In this hostile atmosphere, Merkel fought a defensive rather than an offensive battle for public opinion. Instead of campaigning for euro zone financial solidarity as a worthy end in itself, she defended further financial rescues of fragile euro zone states as a necessary last resort to avoid catastrophe both for the euro and for the European Union as a whole. All too plausibly, she argued that the costs of returning to national currencies—including German export losses from high valuation of any revived Deutschemark or some strong new northern European euro—would far exceed the costs of strengthening solidarity with less competitive euro zone states now. And she secured her flanks by persuading opposition Social Democrats and Greens as well as recalcitrants in her own ranks to support her moves.
In addition, Merkel appealed to her voters by compelling private holders of bonds issued by weak EMU states to join in north European taxpayer rescues by writing off almost half of their repayments.

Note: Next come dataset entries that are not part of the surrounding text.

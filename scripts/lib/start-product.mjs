import { join } from "node:path";
import { parseArgs } from "node:util";
import { installMissing } from "./apt.mjs";
import { buildProduct } from "./build.mjs";
import { migrate, seed } from "./data.mjs";
import { describeDemo } from "./demo.mjs";
import { requireFreeSpace } from "./disk.mjs";
import { readEnvFile } from "./environment.mjs";
import { keepRunning } from "./keep-running.mjs";
import { runScript } from "./lifetime.mjs";
import { installPackages } from "./npm.mjs";
import { takeFolder } from "./one-at-a-time.mjs";
import { fillOnce, openDatabase } from "./own-database.mjs";
import { dataFolder, root } from "./paths.mjs";
import { freePortFrom, readPort } from "./ports.mjs";
import { startServer } from "./server.mjs";
import { numberedSteps, seconds } from "./steps.mjs";
import { Trouble } from "./trouble.mjs";

const DEFAULT_PORT = 8080;
const USAGE = `npm start                   install what is missing, build, and run Evenswing on 127.0.0.1
npm start -- --fresh        the same, with the demo database built anew

PORT, DATABASE_URL and the other variables are explained in .env.example.`;

/**
 * From a fresh checkout, or a warm one, to a running product.
 *
 * @param {string[]} args
 */
export async function startProduct(args) {
  await runScript(() => start(args), { interrupted: 0 });
}

/** @param {string[]} args */
async function start(args) {
  const { fresh, help } = readArguments(args);
  if (help) {
    console.log(USAGE);
    return 0;
  }
  const begun = performance.now();
  readEnvFile();
  const wished = readPort(process.env.PORT, DEFAULT_PORT);
  const folder = await takeFolder("npm start");
  const step = numberedSteps(8);

  await step("Room on the disk", async (say) => say(`${await requireFreeSpace(root)} MB free`));
  await step("Debian packages", async (say) => {
    const installed = process.env.DATABASE_URL ? [] : await installMissing(["mariadbd"]);
    say(installed.length > 0 ? `installed ${installed.join(" ")}` : "nothing missing");
  });
  await step("Node packages", async (say) => {
    say((await installPackages(root)) ? "installed from package-lock.json" : "as in package-lock.json");
  });
  await step("Build", async (say) => {
    const built = await buildProduct();
    say(built.length > 0 ? `built ${built.join(" and ")}` : "sources unchanged");
  });
  const database = await step("Database", async (say) => {
    const opened = await openDatabase({ fresh });
    say(opened.words);
    return opened;
  });
  const env = {
    DEMO_MODE: "1",
    ...process.env,
    NODE_ENV: "production",
    DATABASE_URL: database.url,
  };
  await step("Tables", async (say) => {
    await migrate(env, "built");
    say("up to date");
  });
  await step(env.DEMO_MODE === "1" ? "Catalog and demo story" : "Catalog", async (say) => {
    say((await fillOnce(database, env, () => seed(env))) ? "loaded" : "there already");
  });
  const { port, server, startAgain } = await step("Server", async (say) => {
    const free = await freePortFrom(wished);
    const serve = () =>
      startServer({ port: free, env, keptIn: dataFolder, log: join(dataFolder, "server.log") });
    const started = await serve();
    const moved = `port ${wished} is taken by another program, so it listens on ${free}`;
    say(free === wished ? `listens on 127.0.0.1:${free}` : moved);
    return { port: free, server: started, startAgain: serve };
  });

  const address = `http://127.0.0.1:${port}`;
  folder.answersAt(address);
  console.log(`\nEvenswing is at ${address} (ready after ${seconds(begun)}).`);
  if (port !== wished)
    console.log(`Port ${wished} was taken by another program; ${port} is the next free one.`);
  if (env.DEMO_MODE === "1") console.log(describeDemo());
  console.log("Its log is .data/server.log. Ctrl-C stops it.");

  await Promise.race([
    keepRunning("The server", server, startAgain),
    ...(database.server ? [keepRunning("The database", database.server, database.startAgain)] : []),
  ]);
  return 1;
}

/** @param {string[]} args */
function readArguments(args) {
  try {
    const { values } = parseArgs({
      args,
      options: { fresh: { type: "boolean" }, help: { type: "boolean", short: "h" } },
    });
    return { fresh: values.fresh ?? false, help: values.help ?? false };
  } catch {
    throw new Trouble(`"${args.join(" ")}" is not understood.\n\n${USAGE}`);
  }
}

She further —only in Germany would this be a vote winner—instituted national austerity to get Berlin's own budget down to a 3 percent deficit within three years. She turned the tide; by mid-2011 opinion polls again showed her to be Germany's most trusted politician.
This summer's latest rescue measures by no means resolve the fundamental long-term dispute between the German and Finnish champions of austerity and the Mediterranean proponents of growth stimulus (which would have to be funded largely by Berlin). When details have been agreed on by the end of this year, up to €100 billion ($125 billion) from the euro zone's existing funds are to be made available to recapitalize failing Spanish banks directly, thus avoiding any increase in Madrid's sovereign debt. Ireland too, as a nation that is seriously reforming its finances, may be granted a similar deal. Any beneficiary banks will agree to the conditionality of good management and to pan-European supervision by a new watchdog to be set up under the European Commission.

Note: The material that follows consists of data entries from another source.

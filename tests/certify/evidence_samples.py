"""Evidence built exactly from small dense matrices of known singular vectors, and the truth it speaks of."""

from __future__ import annotations

import zlib
from collections.abc import Callable, Iterator
from dataclasses import dataclass

import numpy as np
from table import orthonormal

from bigsvd.certify import Evidence

EPS = float(np.finfo(float).eps)


def _clusters(n: int) -> np.ndarray:
    return (0.6 ** (np.arange(n) // 3)) * (1 - 1e-7 * (np.arange(n) % 3))


SPECTRA: dict[str, Callable[[int], np.ndarray]] = {
    "exponential": lambda n: 0.7 ** np.arange(n),
    "harmonic": lambda n: 1 / np.arange(1, n + 1),
    "root_harmonic": lambda n: np.arange(1, n + 1) ** -0.5,
    "clustered": _clusters,
    "repeated": lambda n: np.repeat([5.0, 3.0, 2.0, 1.0, 0.5], [3, 4, 2, 1, n])[:n],
    "spikes_over_flat": lambda n: np.r_[[4.0, 3.0, 2.5, 1.4], np.ones(n)][:n],
    "rank_deficient": lambda n: np.r_[[3.0, 2.0, 1.0, 0.5], np.zeros(n)][:n],
    "flat": lambda n: np.ones(n),
}
BASES = ("random", "krylov", "ritz", "near", "blind", "blended")


@dataclass(frozen=True, eq=False)
class Case:
    """A matrix with its true factors, a basis, and the Ritz vectors on it."""

    name: str
    matrix: np.ndarray
    values: np.ndarray
    left: np.ndarray
    right: np.ndarray
    ritz_left: np.ndarray
    ritz_right: np.ndarray
    evidence: Evidence

    @property
    def width(self) -> int:
        return len(self.evidence.theta)

    def value(self, index: int) -> float:
        """σ_{index+1}, zero beyond the last."""
        return float(self.values[index]) if index < len(self.values) else 0.0


def cases(repeats: int = 3, *, disturbed: bool = False) -> Iterator[Case]:
    """Every spectrum on every kind of basis, real and complex, tall and wide."""
    for spectrum in SPECTRA:
        for kind in BASES:
            for imaginary in (False, True):
                for repeat in range(repeats):
                    yield make_case(spectrum, kind, repeat, imaginary=imaginary, disturbed=disturbed)


def make_case(spectrum: str, kind: str, repeat: int, *, imaginary: bool, disturbed: bool) -> Case:
    """One case; `disturbed` moves θ and S as far as the stated rounding allows, and states twice the missed norm."""
    name = f"{spectrum} {kind} {repeat} {'complex' if imaginary else 'real'}"
    seed = zlib.crc32(name.encode())
    random = np.random.default_rng(seed)
    lines, across = [(40, 24), (24, 36), (30, 30)][repeat % 3]
    least = min(lines, across)
    values = SPECTRA[spectrum](least)
    left = orthonormal(seed, lines, least, imaginary=imaginary)
    right = orthonormal(seed + 1, across, across, imaginary=imaginary)
    matrix = (left * values) @ right[:, :least].conj().T
    width = int(random.integers(4, 18))
    basis = _basis(kind, matrix, right, width, random)
    evidence, ritz_left, ritz_right = exact_evidence(matrix, basis)
    if disturbed:
        evidence = _disturb(evidence, matrix, ritz_right, random)
    return Case(name, matrix, values, left, right[:, :least], ritz_left, ritz_right, evidence)


def gaussian(random: np.random.Generator, rows: int, columns: int, like: np.ndarray) -> np.ndarray:
    """Gaussian entries, complex where `like` is."""
    block = random.standard_normal((rows, columns))
    return block + 1j * random.standard_normal(block.shape) if np.iscomplexobj(like) else block


def _basis(kind: str, matrix: np.ndarray, right: np.ndarray, width: int, random: np.random.Generator) -> np.ndarray:
    """Orthonormal columns of one kind."""
    across = matrix.shape[1]
    normal = matrix.conj().T @ matrix
    start = gaussian(random, across, width, matrix)
    if kind == "random":
        return np.linalg.qr(start)[0]
    if kind == "krylov":
        block = start[:, : max(1, width // 2)]
        return np.linalg.qr(np.hstack([block, normal @ block]))[0]
    if kind == "ritz":
        wide = np.linalg.qr(np.hstack([start, normal @ start])[:, : min(across, 2 * width)])[0]
        turned = np.linalg.svd(matrix @ wide, full_matrices=False)[2].conj().T
        return np.linalg.qr(wide @ turned[:, :width])[0]
    if kind == "near":
        return np.linalg.qr(right[:, :width] + 10.0 ** -random.integers(1, 9) * start)[0]
    if kind == "blind":  # leading directions are wholly absent: residuals of zero, and the order is wrong
        skipped = int(random.integers(1, 4))
        return right[:, skipped : skipped + width]
    skipped = int(random.integers(1, 4))
    mixed = right[:, skipped : skipped + width] + 0.05 * right[:, :1]
    return np.linalg.qr(mixed)[0]


def exact_evidence(matrix: np.ndarray, basis: np.ndarray) -> tuple[Evidence, np.ndarray, np.ndarray]:
    """Evidence in double, the Ritz vectors on both sides; rounding terms are those of dense products of this size."""
    top = float(np.linalg.norm(matrix, 2))
    width = basis.shape[1]
    left, theta, turned = np.linalg.svd(matrix @ basis, full_matrices=False)
    if len(theta) < width:
        turned = np.linalg.svd(matrix @ basis, full_matrices=True)[2]
        theta = np.r_[theta, np.zeros(width - len(theta))]
    ritz = basis @ turned.conj().T
    residual = matrix.conj().T @ (matrix @ ritz) - ritz * theta**2
    missed = float(np.linalg.norm(matrix - (matrix @ ritz) @ ritz.conj().T, 2))
    evidence = Evidence(
        theta=theta,
        residual_gram=residual.conj().T @ residual,
        value_rounding=100 * EPS * top,
        product_rounding=np.full(width, 100 * EPS * top**2),
        rounding_how="proved",
        missed=missed + 100 * EPS * top,
        missed_how="computed",
        failure_probability=0.0,
        energy=float(np.linalg.norm(matrix) ** 2),
    )
    return evidence, left, ritz


def _disturb(evidence: Evidence, matrix: np.ndarray, ritz: np.ndarray, random: np.random.Generator) -> Evidence:
    """Move θ and S to the ends of what the rounding terms allow."""
    top = float(np.linalg.norm(matrix, 2))
    size = 10.0 ** -float(random.integers(3, 9))
    theta = evidence.theta + size * top * random.choice([-1.0, 1.0], len(evidence.theta))
    residual = matrix.conj().T @ (matrix @ ritz) - ritz * evidence.theta**2
    noise = gaussian(random, *residual.shape, residual)
    residual = residual + size * top**2 * noise / np.linalg.norm(noise, axis=0)
    return Evidence(
        theta=np.sort(np.maximum(theta, 0))[::-1],
        residual_gram=residual.conj().T @ residual,
        value_rounding=(size + 100 * EPS) * top,
        product_rounding=np.full(len(theta), (size + 100 * EPS) * top**2),
        rounding_how="proved",
        missed=2 * evidence.missed,
        missed_how="doubled",
        failure_probability=0.0,
        energy=evidence.energy,
    )


def by_hand(theta: list[float], norms: list[float], missed: float, **parts: object) -> Evidence:
    """Evidence with orthogonal residuals of the given norms."""
    values = np.array(theta, float)
    facts: dict[str, object] = {
        "theta": values,
        "residual_gram": np.diag(np.array(norms, float) ** 2),
        "value_rounding": 1e-13,
        "product_rounding": np.full(len(values), 1e-13),
        "rounding_how": "proved",
        "missed": missed,
        "missed_how": "given",
        "failure_probability": 0.0,
        "energy": float(np.sum(values**2) + missed**2),
    }
    return Evidence(**(facts | parts))  # type: ignore[arg-type]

Euro zone funds will also be empowered to buy bonds on "auction" as soon as they are issued by debtor countries that agree to structural reform. This will set a ceiling on open-market bond yields and avert punitive interest rates. Successor governments will be bound by existing agreements.
Still on the potential agenda for the next euro zone summit on July 9 and beyond are more coordinated fiscal policies, Merkel's dream of a future fiscal union with a single European finance minister, a pan-European bank union with common regulations and deposit guarantees, and perhaps one far-off day, even a political union.

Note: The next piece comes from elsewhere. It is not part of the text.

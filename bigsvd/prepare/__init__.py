"""What happens to a panel as it is read: conversion, centring, scaling."""

from bigsvd.prepare.preparation import LineStatistics, Preparation, line_statistics, prepare_unit

__all__ = ["LineStatistics", "Preparation", "line_statistics", "prepare_unit"]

Does the latest bargain escape the agonies of too little too late of the last two-and-a-half years of crisis?
Both the Bundestag and global financial markets have answered in the affirmative. After several hours of sometimes heated debate, the Bundestag approved Merkel's negotiation by a two-thirds cross-partisan majority that excluded only the Left carry-overs from East Germany. And the value of the euro and of worldwide shares has risen.
German pundits in both highbrow and boulevard media, however, are characterizing the deal as Merkel's sell-out. In addition, half a dozen new challenges have already been filed asking Germany's Constitutional Court to rule that too much of Berlin's fiscal sovereignty has been surrendered in the latest deal without proper democratic oversight. Angela Merkel will need all of her political skills to manage the next stage of the euro crisis.
Only a few more weeks will render the final market verdict of the latest "last chance." For whatever it's worth, though, I am one German taxpayer who believes Angela Merkel deserves at least two loud cheers.
Elizabeth Pond is a Berlin-based journalist and author of The Rebirth of Europe.